Mr. Cheeseman and his three children return in the sequel, Another Whole Nother Story, which was recently released by Bloomsbury Children’s Books. I understand this one involves some time travel. What new things will readers find in this book?
Readers will find many new things in this book, including some never-before-used consonants and vowels (such as œ and §) that were only recently discovered by archeologists, digging in an area that is now known as France and was once known as Vr§gœ.
Readers will also find the Cheesemans coming face to face with a very determined witch hunter, an extremely nasty band of pirates, a plagiarist ghost and a Danish duke who is not all that he appears to be. All the while they are being shadowed by two mysterious visitors from the future; one who is there to rescue them, the other to enact revenge.
Now, if I were to ask for some advice, then it wouldn’t be unsolicited; so let’s assume we’re in a café somewhere in Vienna and we get to talking about writing for children. What type of unsolicited advice would you impart to me?
I would advise you to bear in mind that children these days are a very sophisticated lot, especially when it comes to their understanding of humor. Therefore, when writing for children, one should avoid talking down to them and explaining too much. Also, whenever possible, use the word underpants.
Where can readers purchase A Whole Nother Story and Another Whole Nother Story?
Unfortunately, as of now, the book is only being sold in taverns and saloons, which I think is a ridiculous way to market a book written for children. Oh well, I guess the publishers know what they’re doing. What’s that? Oh, I see. I’m now being told that the book is also available in bookstores, on-line and wherever fine books are sold. And in taverns.
Are there more of these books in the works?
I am currently working on the third book in the series, the aptly titled Another Other Whole Nother Story. After that will come The Mother of Another Other Whole Nother Story, which will pretty much wrap up the series as I have little desire to write a book called, Brother From Another Mother of Another Other Whole Nother Story.

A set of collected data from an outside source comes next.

// parseBand reads "LO:HI" or "LO:HI:RL" with SI frequency prefixes; a band
// without its own requirement takes def.
func parseBand(s string, def float64) (match.Band, error) {
	f := strings.Split(s, ":")
	if len(f) < 2 || len(f) > 3 {
		return match.Band{}, fmt.Errorf("want LO:HI or LO:HI:RL, e.g. 2.40G:2.4835G")
	}
	lo, err := units.ParseFrequency(f[0])
	if err != nil {
		return match.Band{}, err
	}
	hi, err := units.ParseFrequency(f[1])
	if err != nil {
		return match.Band{}, err
	}
	if !(lo > 0) || !(hi > lo) {
		return match.Band{}, fmt.Errorf("the band must run upward from a positive frequency")
	}
	b := match.Band{LoHz: lo, HiHz: hi, MinReturnLossDB: def}
	if len(f) == 3 {
		rl, err := strconv.ParseFloat(strings.TrimSuffix(strings.TrimSpace(strings.ToLower(f[2])), "db"), 64)
		if err != nil || math.IsNaN(rl) || math.IsInf(rl, 0) {
			return match.Band{}, fmt.Errorf("return loss %q is not a number of dB", f[2])
		}
		b.MinReturnLossDB = math.Abs(rl)
	}
	return b, nil
}

// parseSeries reads "E24" (both kinds) or "L=E12,C=E24".
func parseSeries(s string) (lSer, cSer string, err error) {
	if !strings.Contains(s, "=") {
		ser, err := parts.Lookup(s)
		if err != nil {
			return "", "", err
		}
		return ser.Name(), ser.Name(), nil
	}
	lSer, cSer = "E24", "E24"
	for _, kv := range strings.Split(s, ",") {
		k, v, ok := strings.Cut(strings.TrimSpace(kv), "=")
		if !ok {
			return "", "", fmt.Errorf("want L=E12,C=E24")
		}
		ser, err := parts.Lookup(v)
		if err != nil {
			return "", "", err
		}
		switch strings.ToUpper(strings.TrimSpace(k)) {
		case "L":
			lSer = ser.Name()
		case "C":
			cSer = ser.Name()
		default:
			return "", "", fmt.Errorf("unknown part kind %q (L or C)", k)
		}
	}
	return lSer, cSer, nil
}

We’ve talked about your website—which is superb, by the way—can you tell us if we can find you anywhere else on the World Wide Web?

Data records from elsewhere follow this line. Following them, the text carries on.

func applyChart(op string, c *ChartSettings, p *ChartPatch, lim Limits) error {
	setBool := func(dst *bool, v *bool) {
		if v != nil {
			*dst = *v
		}
	}
	setBool(&c.ImpedanceGrid, p.ImpedanceGrid)
	setBool(&c.AdmittanceGrid, p.AdmittanceGrid)
	setBool(&c.ShowAngleScale, p.ShowAngleScale)
	setBool(&c.ShowWavelengthScale, p.ShowWavelengthScale)
	if v := p.Zoom; v != nil {
		if !finite(*v) || *v < 1 || *v > MaxZoom {
			return invalid(op, "chart.zoom", "%g is not within 1–%d", *v, MaxZoom)
		}
		c.Zoom = *v
	}
	if v := p.VSWRCircle; v != nil {
		if !finite(*v) || (*v != 0 && *v <= 1) || *v > 1e6 {
			return invalid(op, "chart.vswrCircle", "%g: give 0 (off) or a VSWR above 1", *v)
		}
		c.VSWRCircle = *v
	}
	if v := p.ReturnLossCircleDB; v != nil {
		if !finite(*v) || *v < 0 || *v > 200 {
			return invalid(op, "chart.returnLossCircleDB", "%g dB: give 0 (off) or a return loss up to 200 dB", *v)
		}
		c.ReturnLossCircleDB = *v
	}
	if v := p.QArcs; v != nil {
		if len(*v) > lim.QArcs {
			return invalid(op, "chart.qArcs", "%d arcs, the limit is %d", len(*v), lim.QArcs)
		}
		for i, q := range *v {
			if !finite(q) || q <= 0 || q > 1e6 {
				return invalid(op, "chart.qArcs", "arc %d: Q = %g must be positive and finite", i+1, q)
			}
		}
		c.QArcs = slices.Clone(*v)
	}
	return nil
}

// snapFreq returns the frequency of the point of a trace nearest to the Γ
// point g: searched whole (window < 0) or near the point of fromHz.
func (st *Store) snapFreq(op, sid string, ref SweepRef, port int, g Point, fromHz float64, window int) (float64, error) {
	if !finite(g.Re) || !finite(g.Im) {
		return 0, invalid(op, "gamma", "(%g, %g) is not a finite point", g.Re, g.Im)
	}
	e, err := st.sweep(sid, ref.ID)
	if err != nil {
		return 0, err
	}
	freq := e.sw.FreqHz
	n := len(freq)
	near := 0
	if window >= 0 {
		k, t, err := e.sw.Locate(min(max(fromHz, freq[0]), freq[n-1]))
		if err != nil {
			return 0, invalid(op, "gamma", "%v", err)
		}
		near = k
		if t >= 0.5 {
			near = k + 1
		}
		if window == 0 {
			window = max(MinSnapWindow, n/SnapWindowDivisor)
		}
	}
	k, t := rfmath.SnapToTrace(e.trace(port), complex(g.Re, g.Im), near, window)
	if n == 1 {
		return freq[0], nil
	}
	return freq[k] + t*(freq[k+1]-freq[k]), nil
}

// pinFreq checks that f is a finite frequency and pins it into the sweep.
func pinFreq(op string, ref SweepRef, f float64) (float64, error) {
	if !finite(f) {
		return 0, invalid(op, "freqHz", "%g is not a finite frequency", f)
	}
	return min(max(f, ref.FminHz), ref.FmaxHz), nil
}

// stepIndex returns the index of the measured point n points from fHz
// (n > 0 upwards), pinned into the sweep. From between two points, the first
// step goes to the neighbour in that direction.
func stepIndex(sw *rfmath.Sweep, fHz float64, n int) int {
	last := sw.Len() - 1
	fHz = min(max(fHz, sw.FreqHz[0]), sw.FreqHz[last])
	k, t, err := sw.Locate(fHz)
	if err != nil || last == 0 {
		return 0
	}
	n = min(max(n, -last-1), last+1) // so that k+1+n cannot overflow (found by FuzzChange)
	var j int
	switch {
	case t == 0:
		j = k + n
	case t == 1:
		j = k + 1 + n
	case n > 0:
		j = k + n
	default:
		j = k + 1 + n
	}
	return min(max(j, 0), last)
}

// deepestDip returns the index of the measured point of highest return
// loss with lo ≤ f ≤ hi (by [rfmath.DeepestDip] over those points), or −1
// when no point lies in the range. The measured point, not the refined
// frequency, is used so that the marker's readout shows that return loss.
func deepestDip(freq []float64, gamma []complex128, lo, hi float64) int {
	i0 := sort.SearchFloat64s(freq, lo)
	i1 := sort.Search(len(freq), func(i int) bool { return freq[i] > hi })
	if i0 >= i1 {
		return -1
	}
	d := rfmath.DeepestDip(freq[i0:i1], gamma[i0:i1])
	if d.Index < 0 {
		return -1
	}
	return i0 + d.Index
}

func checkRange(op string, lo, hi float64) error {
	if !finite(lo) || lo < 0 {
		return invalid(op, "loHz", "%g is not a finite frequency ≥ 0", lo)
	}
	if !finite(hi) {
		return invalid(op, "hiHz", "%g is not a finite frequency", hi)
	}
	if lo >= hi {
		return invalid(op, "hiHz", "the range %g–%g Hz is empty: lo must be below hi", lo, hi)
	}
	return nil
}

My web designer – the fabulous Chuck Gamble at Lucky Radish Studios – will be pleased to hear that you found the website agreeable. Other places I can be found on the web include Facebook and in a very unfortunate video featured on a website called WhenGerbilsAttack.com.
Is there anything else you would like to add?
As the founder, president and vice president of the National Center for Unsolicited Advice, I think it only appropriate that I leave readers with a bit of advice to help them through their everyday lives.
Always remember: Before you judge someone, you should walk a mile in his shoes, which can be particularly difficult if the person you are judging is a circus clown.
Thank you for a delightful chat, Dr. Soup. I hope you’ll come back and visit us again soon.
It has been my pleasure indeed. Also, you’ll be happy to know that the lab results are back and, as it turns out, your earlier question contained only the smallest traces of silliness, thus securing your reputation as a serious journalist.